GIVEN INFORMATION>
import type { AnalysisRoom, AnalysisScenario, ScenarioResults } from "@/lib/analysis";

export type ReportPaperSize = "A4" | "LETTER";

/** One scenario as the report reads it: its inputs and the results of lib/analysis analyzeScenario. */
export interface ReportScenarioInput {
  id: string;
  name: string;
  isBaseline: boolean;
  notes: string;
  analysis: AnalysisScenario;
  results: ScenarioResults;
}

/** A photo of the room for the report (uploads fill this later; null or [] leaves the section out). */
export interface ReportPhoto {
  caption: string;
  /** PNG or JPEG bytes */
  data: Buffer;
  format: "png" | "jpg";
}

/** Everything a report is made from. Numbers arrive as lib/analysis results; nothing is computed twice. */
export interface ReportInput {
  firm: { name: string; contactEmail: string | null };
  project: { name: string; clientName: string; siteAddress: string };
  room: AnalysisRoom & { name: string };
  engineerName: string;
  number: string;
  revision: number;
  issuedAt: Date;
  paperSize: ReportPaperSize;
  /** "draft" renders a preview marked as not issued */
  status: "draft" | "issued";
  note: string;
  /** the untreated room (the baseline scenario, or an analysis without items) */
  before: ReportScenarioInput;
  /** the scenarios chosen for the report, in order; the last is the recommendation */
  scenarios: ReportScenarioInput[];
  /** who signs and how to check; null for a draft preview */
  signature: { signerName: string; certificateSubject: string; certificateFingerprint: string; verifyUrl: string } | null;
  photos: ReportPhoto[] | null;
}
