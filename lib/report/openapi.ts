import type { EndpointDoc } from "@/lib/api/openapi";
import { reportApproveSchema, reportCommentSchema, reportDraftSchema, reportSendSchema, reportVerifySchema } from "./schemas";

/** Report, portal and verification endpoints (app/api/v1/reports, app/api/v1/verify). */
export const REPORT_ENDPOINTS: EndpointDoc[] = [
  { method: "get", path: "/reports", summary: "Reports of a project (?projectId=); clients see issued revisions only", tag: "Reports", success: 200 },
  { method: "post", path: "/reports", summary: "Save the draft of a room's report (owner, engineer)", tag: "Reports", body: reportDraftSchema, success: 201 },
  { method: "get", path: "/reports/{reportId}", summary: "One report with its revisions", tag: "Reports", success: 200 },
  { method: "get", path: "/reports/{reportId}/events", summary: "Audit log of a report (owner, engineer)", tag: "Reports", success: 200 },
  { method: "get", path: "/reports/{reportId}/comments", summary: "Question-and-answer thread", tag: "Reports", success: 200 },
  { method: "post", path: "/reports/{reportId}/comments", summary: "Ask (client) or answer (owner, engineer); the other side is e-mailed", tag: "Reports", body: reportCommentSchema, success: 201 },
  { method: "get", path: "/reports/revisions/{revisionId}/pdf", summary: "Signed PDF of an issued revision (records a download); a draft's unsigned preview for staff", tag: "Reports", success: 200 },
  { method: "post", path: "/reports/revisions/{revisionId}/issue", summary: "Render, sign and issue the draft (owner, engineer); supersedes the previous revision", tag: "Reports", success: 200 },
  { method: "post", path: "/reports/revisions/{revisionId}/send", summary: "E-mail an issued revision to the client (owner, engineer); invites a client without an account", tag: "Reports", body: reportSendSchema, success: 200 },
  { method: "post", path: "/reports/revisions/{revisionId}/approve", summary: "Approve the recommendation (the project's client)", tag: "Reports", body: reportApproveSchema, success: 201 },
  { method: "get", path: "/reports/portal/{projectId}", summary: "The link in report e-mails: signed-in members go to the project's reports, others to sign-in and back", tag: "Reports", success: 302 },
  { method: "post", path: "/verify", summary: "Public check of a report: multipart `file` (PDF) or JSON { reportNumber, sha256 } → valid / tampered / unknown", tag: "Reports", body: reportVerifySchema, success: 200, public: true },
];
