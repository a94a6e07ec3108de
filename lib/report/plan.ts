import type { AnalysisItem, AnalysisRoom } from "@/lib/analysis";

/** Geometry of the room's plan (seen from above, front wall at the top), in pt. */
export interface PlanGeometry {
  width: number;
  height: number;
  room: { x: number; y: number; width: number; height: number };
  /** panels and resonators on walls (bars), floor and ceiling (rectangles), traps in corners (triangles) */
  items: { itemIndex: number; label: string; kind: "wall" | "floor" | "ceiling" | "corner" | "edge"; path: string; labelX: number; labelY: number }[];
  seats: { x: number; y: number; label: string; isMain: boolean }[];
  sources: { x: number; y: number; label: string; kind: "main-speaker" | "subwoofer" }[];
  /** dimension labels */
  lengthLabel: { x: number; y: number; text: string };
  widthLabel: { x: number; y: number; text: string };
  frontLabel: { x: number; y: number; text: string };
}

const r = (v: number) => Math.round(v * 100) / 100;

/**
 * Lays out a plan of the room: y (width, left wall to right wall) runs to the right, x (length, front
 * wall to rear wall) runs down the page; seats, sources and placed treatment items on top. Items are
 * numbered from 1 in the order given (the treatment table uses the same numbers).
 * @param maxWidthPt, maxHeightPt the box the plan must fit, pt
 * @example planGeometry(room, [], 400, 300).room.width // ≤ 400 − margins
 */
export function planGeometry(room: AnalysisRoom, items: readonly AnalysisItem[], maxWidthPt: number, maxHeightPt: number): PlanGeometry {
  if (!(maxWidthPt > 60 && maxHeightPt > 60)) throw new RangeError("maxWidthPt and maxHeightPt must exceed 60 pt");
  const margin = { left: 34, right: 14, top: 24, bottom: 22 };
  const s = Math.min((maxWidthPt - margin.left - margin.right) / room.widthM, (maxHeightPt - margin.top - margin.bottom) / room.lengthM);
  const rw = room.widthM * s, rh = room.lengthM * s;
  const ox = margin.left, oy = margin.top;
  const px = (yM: number) => r(ox + yM * s); // width axis → page x
  const py = (xM: number) => r(oy + xM * s); // length axis → page y
  const wall = 5;
  const out: PlanGeometry["items"] = [];
  items.forEach((item, i) => {
    const label = String(i + 1);
    const spec = item.spec;
    for (const p of item.placements) {
      if (p.kind === "surface") {
        if (spec.kind === "corner-trap") continue;
        const w = spec.widthM, h = spec.heightM;
        let path = "", lx = 0, ly = 0, kind: PlanGeometry["items"][number]["kind"] = "wall";
        switch (p.surface) {
          case "front":
          case "rear": {
            const y0 = p.surface === "front" ? py(0) : py(room.lengthM) - wall;
            path = `M${px(p.uM - w / 2)},${r(y0)}h${r(w * s)}v${wall}h${r(-w * s)}Z`;
            lx = px(p.uM);
            ly = p.surface === "front" ? y0 + wall + 8 : y0 - 3;
            break;
          }
          case "left":
          case "right": {
            const x0 = p.surface === "left" ? px(0) : px(room.widthM) - wall;
            path = `M${r(x0)},${py(p.uM - w / 2)}h${wall}v${r(w * s)}h${-wall}Z`;
            lx = p.surface === "left" ? x0 + wall + 5 : x0 - 5;
            ly = py(p.uM) + 3;
            break;
          }
          case "floor":
          case "ceiling": {
            kind = p.surface;
            path = `M${px(p.vM - h / 2)},${py(p.uM - w / 2)}h${r(h * s)}v${r(w * s)}h${r(-h * s)}Z`;
            lx = px(p.vM);
            ly = py(p.uM) + 3;
            break;
          }
        }
        out.push({ itemIndex: i, label, kind, path, labelX: r(lx), labelY: r(ly) });
      } else if (spec.kind === "corner-trap") {
        const d = Math.max(spec.depthM * s, 6);
        const c = p.corner;
        if (c === "front-left" || c === "front-right" || c === "rear-left" || c === "rear-right") {
          const cx = c.endsWith("left") ? px(0) : px(room.widthM);
          const cy = c.startsWith("front") ? py(0) : py(room.lengthM);
          const dx = c.endsWith("left") ? d : -d;
          const dy = c.startsWith("front") ? d : -d;
          out.push({ itemIndex: i, label, kind: "corner", path: `M${r(cx)},${r(cy)}h${r(dx)}L${r(cx)},${r(cy + dy)}Z`, labelX: r(cx + dx * 0.9), labelY: r(cy + dy * 0.9 + 3) });
        } else {
          // wall–ceiling edge: a dashed strip along the edge, as long as the trap
          const len = spec.lengthM * s;
          let path = "", lx = 0, ly = 0;
          if (c === "front-ceiling" || c === "rear-ceiling") {
            const y0 = c === "front-ceiling" ? py(0) : py(room.lengthM) - d;
            const x0 = px(room.widthM / 2) - len / 2;
            path = `M${r(x0)},${r(y0)}h${r(len)}v${r(d)}h${r(-len)}Z`;
            lx = x0 + len / 2;
            ly = y0 + d / 2 + 3;
          } else {
            const x0 = c === "left-ceiling" ? px(0) : px(room.widthM) - d;
            const y0 = py(room.lengthM / 2) - len / 2;
            path = `M${r(x0)},${r(y0)}h${r(d)}v${r(len)}h${r(-d)}Z`;
            lx = x0 + d / 2;
            ly = y0 + len / 2 + 3;
          }
          out.push({ itemIndex: i, label, kind: "edge", path, labelX: r(lx), labelY: r(ly) });
        }
      }
    }
  });
  return {
    width: r(ox + rw + margin.right),
    height: r(oy + rh + margin.bottom),
    room: { x: ox, y: oy, width: r(rw), height: r(rh) },
    items: out,
    seats: room.seats.map((seat, i) => ({ x: px(seat.yM), y: py(seat.xM), label: `S${i + 1}`, isMain: seat.isMain })),
    sources: room.sources.map((src, i) => ({ x: px(src.yM), y: py(src.xM), label: `${src.kind === "subwoofer" ? "W" : "M"}${room.sources.slice(0, i + 1).filter((x) => x.kind === src.kind).length}`, kind: src.kind })),
    lengthLabel: { x: r(ox - 8), y: r(oy + rh / 2), text: `${room.lengthM.toFixed(2)} m` },
    widthLabel: { x: r(ox + rw / 2), y: r(oy + rh + 15), text: `${room.widthM.toFixed(2)} m` },
    frontLabel: { x: r(ox + rw / 2), y: r(oy - 8), text: "FRONT" },
  };
}
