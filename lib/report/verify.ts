import "server-only";
import type { Kysely } from "kysely";
import { findIssuedByHash, findIssuedByNumber, type PublicRevisionFacts } from "@/db/queries/reports";
import type { Database } from "@/db/schema";
import { checkPdfSignature, sha256Hex } from "@/lib/signing";

/** What the public check answers. */
export type VerifyOutcome =
  | { status: "valid"; facts: PublicRevisionFacts; signatureChecked: boolean; message: string }
  | { status: "tampered"; reportNumber: string | null; message: string }
  | { status: "unknown"; message: string };

const NUMBER_IN_FILE = /ER-\d{4}-\d{4,}/;

/**
 * Checks an uploaded PDF: the whole file's SHA-256 must be that of an issued revision, and its
 * embedded signature must check out independently (ByteRange hash + node-forge PKCS#7). A file that
 * names one of our report numbers but matches no issued file, or whose signature breaks, is
 * "tampered"; anything else is "unknown".
 */
export async function verifyPdf(db: Kysely<Database>, pdf: Buffer): Promise<VerifyOutcome> {
  const sha256 = sha256Hex(pdf);
  const check = checkPdfSignature(pdf);
  const facts = await findIssuedByHash(db, sha256);
  if (facts && check.status === "intact") return { status: "valid", facts, signatureChecked: true, message: describe(facts) };
  const number = pdf.toString("latin1").match(NUMBER_IN_FILE)?.[0] ?? null;
  const known = number ? (await findIssuedByNumber(db, number)).length > 0 : false;
  if (check.status === "tampered") return { status: "tampered", reportNumber: known ? number : null, message: `The file's signature does not hold: ${check.reason}. It has been changed since it was signed.` };
  if (known) return { status: "tampered", reportNumber: number, message: `This file names report ${number}, but it is not any revision we issued: it has been changed.` };
  return { status: "unknown", message: check.status === "unsigned" ? "This file carries no signature of ours and matches no report we issued." : "This file is signed, but not as any report we issued." };
}

/** Checks a report number with a SHA-256 (hex) of the file. */
export async function verifyHash(db: Kysely<Database>, reportNumber: string, sha256: string): Promise<VerifyOutcome> {
  const revisions = await findIssuedByNumber(db, reportNumber);
  if (revisions.length === 0) return { status: "unknown", message: `We have issued no report numbered ${reportNumber.toUpperCase()}.` };
  const facts = revisions.find((r) => r.sha256 === sha256.toLowerCase());
  if (!facts) return { status: "tampered", reportNumber: revisions[0]!.reportNumber, message: `No revision of ${revisions[0]!.reportNumber} has this SHA-256: the file differs from every issued revision.` };
  return { status: "valid", facts, signatureChecked: false, message: describe(facts) };
}

function describe(f: PublicRevisionFacts): string {
  const base = `${f.reportNumber} revision ${f.revision} for ${f.roomName}, signed by ${f.signerName} of ${f.firmName} on ${f.signedAt.toISOString().slice(0, 10)}.`;
  return f.status === "superseded" ? `${base} It has since been superseded by revision ${f.newestRevision}.` : base;
}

EXERCISE DETAILS> Starting at the line with "(client) or answer" and ending at the line with "filename lib/report/plan.ts", print each line of the listing above exactly, with no other lines.

SOLUTION BELOW>
  { method: "post", path: "/reports/{reportId}/comments", summary: "Ask (client) or answer (owner, engineer); the other side is e-mailed", tag: "Reports", body: reportCommentSchema, success: 201 },
  { method: "get", path: "/reports/revisions/{revisionId}/pdf", summary: "Signed PDF of an issued revision (records a download); a draft's unsigned preview for staff", tag: "Reports", success: 200 },
  { method: "post", path: "/reports/revisions/{revisionId}/issue", summary: "Render, sign and issue the draft (owner, engineer); supersedes the previous revision", tag: "Reports", success: 200 },
  { method: "post", path: "/reports/revisions/{revisionId}/send", summary: "E-mail an issued revision to the client (owner, engineer); invites a client without an account", tag: "Reports", body: reportSendSchema, success: 200 },
  { method: "post", path: "/reports/revisions/{revisionId}/approve", summary: "Approve the recommendation (the project's client)", tag: "Reports", body: reportApproveSchema, success: 201 },
  { method: "get", path: "/reports/portal/{projectId}", summary: "The link in report e-mails: signed-in members go to the project's reports, others to sign-in and back", tag: "Reports", success: 302 },
  { method: "post", path: "/verify", summary: "Public check of a report: multipart `file` (PDF) or JSON { reportNumber, sha256 } → valid / tampered / unknown", tag: "Reports", body: reportVerifySchema, success: 200, public: true },
];
repository a94a6e07ec3108de
filename lib/report/plan.ts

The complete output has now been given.